## [Provided material]
.....

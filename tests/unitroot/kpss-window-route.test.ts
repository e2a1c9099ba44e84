/**
 * KPSS takes its Bartlett long-run variance from window sums (O(n)) instead of lag-by-lag
 * autocovariances (O(n L)). The reference here is the lag-by-lag route the test used before,
 * rebuilt from its parts (the series brought to unit scale, residuals from the mean or the
 * fitted trend, the Newey-West (1994) bandwidth, bartlettLongRunVariance with n (L + 1) below
 * BARTLETT_WINDOW_WORK so it sums lag by lag): the statistic and the long-run variance must agree
 * to 1e-12 relative and the bandwidth exactly, on seeded walks, noise, AR(1) series, trending
 * series and over-differenced noise, with the automatic bandwidth and fixed ones up to n - 1.
 * Over-differenced noise is the exception: there the Bartlett sum is far below c0, so the
 * lag-by-lag sum cancels and is itself ~1e-12 off; both routes are compared instead with the
 * lag-by-lag sum taken in twice the working precision (Ogita, Rump & Oishi 2005, Dot2: every
 * product and every addition carries its rounding error), the window route to 1e-13 and the
 * lag-by-lag route to 1e-11.
 */
import { describe, expect, it } from 'vitest';
import { MooringInputError } from '../../addin/errors';
import { toUnitScale } from '../../addin/linalg/power-of-two-scale';
import { SeededRandom, autoregressive1, randomWalk } from '../../addin/random';
import { BARTLETT_WINDOW_WORK, bartlettLongRunVariance, neweyWestBandwidth } from '../../addin/regression/long-run-variance';
import { detrendedResiduals, kpssTest } from '../../addin/unitroot/kpss';

function lagByLagKpss(series: Float64Array, deterministic: 'const' | 'trend', requested: number | 'auto') {
  const unit = toUnitScale(series);
  const e = detrendedResiduals(unit.values, deterministic);
  const n = e.length;
  const bandwidth = requested === 'auto' ? neweyWestBandwidth(e) : requested;
  expect(n * (bandwidth + 1)).toBeLessThanOrEqual(BARTLETT_WINDOW_WORK);
  const lrv = bartlettLongRunVariance(e, bandwidth);
  let partial = 0;
  let sumSquares = 0;
  for (let t = 0; t < n; t++) {
    partial += e[t];
    sumSquares += partial * partial;
  }
  const accurate = accurateLongRunVariance(e, bandwidth);
  return {
    statistic: sumSquares / (n * n) / lrv,
    bandwidth,
    lrv: lrv / unit.factor / unit.factor,
    accurateStatistic: sumSquares / (n * n) / accurate,
  };
}

/** x = a + b exactly (Knuth's TwoSum). */
function twoSum(a: number, b: number): [number, number] {
  const x = a + b;
  const z = x - a;
  return [x, a - (x - z) + (b - z)];
}

/** x = a b exactly (Dekker's TwoProduct, with Veltkamp's split). */
function twoProduct(a: number, b: number): [number, number] {
  const x = a * b;
  const split = (v: number): [number, number] => {
    const c = 134217729 * v;
    const hi = c - (c - v);
    return [hi, v - hi];
  };
  const [a1, a2] = split(a);
  const [b1, b2] = split(b);
  return [x, a2 * b2 - (x - a1 * b1 - a2 * b1 - a1 * b2)];
}

/** The Bartlett-weighted sum c0 + 2 sum (1 - i/(L+1)) c_i / n, every c_i in twice the working precision. */
function accurateLongRunVariance(e: Float64Array, L: number): number {
  const n = e.length;
  let high = 0;
  let low = 0;
  for (let i = 0; i <= L; i++) {
    let s = 0;
    let err = 0;
    for (let t = i; t < n; t++) {
      const [p, pe] = twoProduct(e[t], e[t - i]);
      const [q, qe] = twoSum(s, p);
      s = q;
      err += pe + qe;
    }
    const weight = i === 0 ? 1 : 2 * (1 - i / (L + 1));
    const [wh, we] = twoProduct(weight, s);
    const [h, he] = twoSum(high, wh);
    high = h;
    low += he + we + weight * err;
  }
  return (high + low) / n;
}

function relative(a: number, b: number): number {
  return Math.abs(a - b) / Math.abs(b);
}

const noise = new SeededRandom(1601).normals(10_001);
const cases: [string, Float64Array, 'plain' | 'cancelling'][] = [
  ['a random walk of 10,000', randomWalk(new SeededRandom(11), 10_000, { start: 100 }), 'plain'],
  ['a random walk of 2,500 with drift', randomWalk(new SeededRandom(1602), 2500, { start: 50, drift: 0.05 }), 'plain'],
  ['noise of 10,001', noise, 'plain'],
  ['an AR(1) with phi 0.9', autoregressive1(new SeededRandom(1603), 5000, 0.9), 'plain'],
  ['over-differenced noise', noise.slice(1).map((v, i) => v - noise[i]), 'cancelling'],
  ['prices of 1e6 (a walk times 1e4)', randomWalk(new SeededRandom(1604), 3000, { start: 100 }).map((v) => v * 1e4), 'plain'],
  ['a short series of 12', new SeededRandom(1605).normals(12), 'plain'],
];

describe('KPSS long-run variance from window sums equals the lag-by-lag route', () => {
  for (const [name, series, kind] of cases) {
    for (const deterministic of ['const', 'trend'] as const) {
      const n = series.length;
      const fixed = [0, 1, 8, Math.min(63, n - 1), n - 1].filter((L) => n * (L + 1) <= BARTLETT_WINDOW_WORK);
      for (const bandwidth of ['auto' as const, ...fixed]) {
        it(`${name}, ${deterministic}, bandwidth ${bandwidth}: statistic and long-run variance to 1e-12, same bandwidth`, () => {
          const expected = lagByLagKpss(series, deterministic, bandwidth);
          const r = kpssTest(series, { deterministic, bandwidth });
          expect(r.bandwidth).toBe(expected.bandwidth);
          if (kind === 'plain') {
            expect(relative(r.statistic, expected.statistic)).toBeLessThan(1e-12);
            const lrv = r.details?.find((d) => d.key === 'longRunVariance')?.value as number;
            expect(relative(lrv, expected.lrv)).toBeLessThan(1e-12);
          } else {
            expect(relative(r.statistic, expected.accurateStatistic)).toBeLessThan(1e-13);
            expect(relative(expected.statistic, expected.accurateStatistic)).toBeLessThan(1e-11);
          }
        });
      }
    }
  }

  it('a bandwidth that is not a whole number in 0..n-1 is still refused with the long-run variance message', () => {
    const series = new SeededRandom(1606).normals(50);
    for (const bad of [-1, 2.5, 50, 1000]) {
      expect(() => kpssTest(series, { bandwidth: bad })).toThrow(MooringInputError);
      expect(() => kpssTest(series, { bandwidth: bad })).toThrow(/bandwidth/);
    }
  });
});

.....

## [What to do]
In the listing above, find the line containing "const lrv = bartlettLongRunVariance(e, bandwidth);" and the line containing "const hi = c - (c - v);", then repeat those two lines and everything between them exactly.

## [Task solution]
  const lrv = bartlettLongRunVariance(e, bandwidth);
  let partial = 0;
  let sumSquares = 0;
  for (let t = 0; t < n; t++) {
    partial += e[t];
    sumSquares += partial * partial;
  }
  const accurate = accurateLongRunVariance(e, bandwidth);
  return {
    statistic: sumSquares / (n * n) / lrv,
    bandwidth,
    lrv: lrv / unit.factor / unit.factor,
    accurateStatistic: sumSquares / (n * n) / accurate,
  };
}

/** x = a + b exactly (Knuth's TwoSum). */
function twoSum(a: number, b: number): [number, number] {
  const x = a + b;
  const z = x - a;
  return [x, a - (x - z) + (b - z)];
}

/** x = a b exactly (Dekker's TwoProduct, with Veltkamp's split). */
function twoProduct(a: number, b: number): [number, number] {
  const x = a * b;
  const split = (v: number): [number, number] => {
    const c = 134217729 * v;
    const hi = c - (c - v);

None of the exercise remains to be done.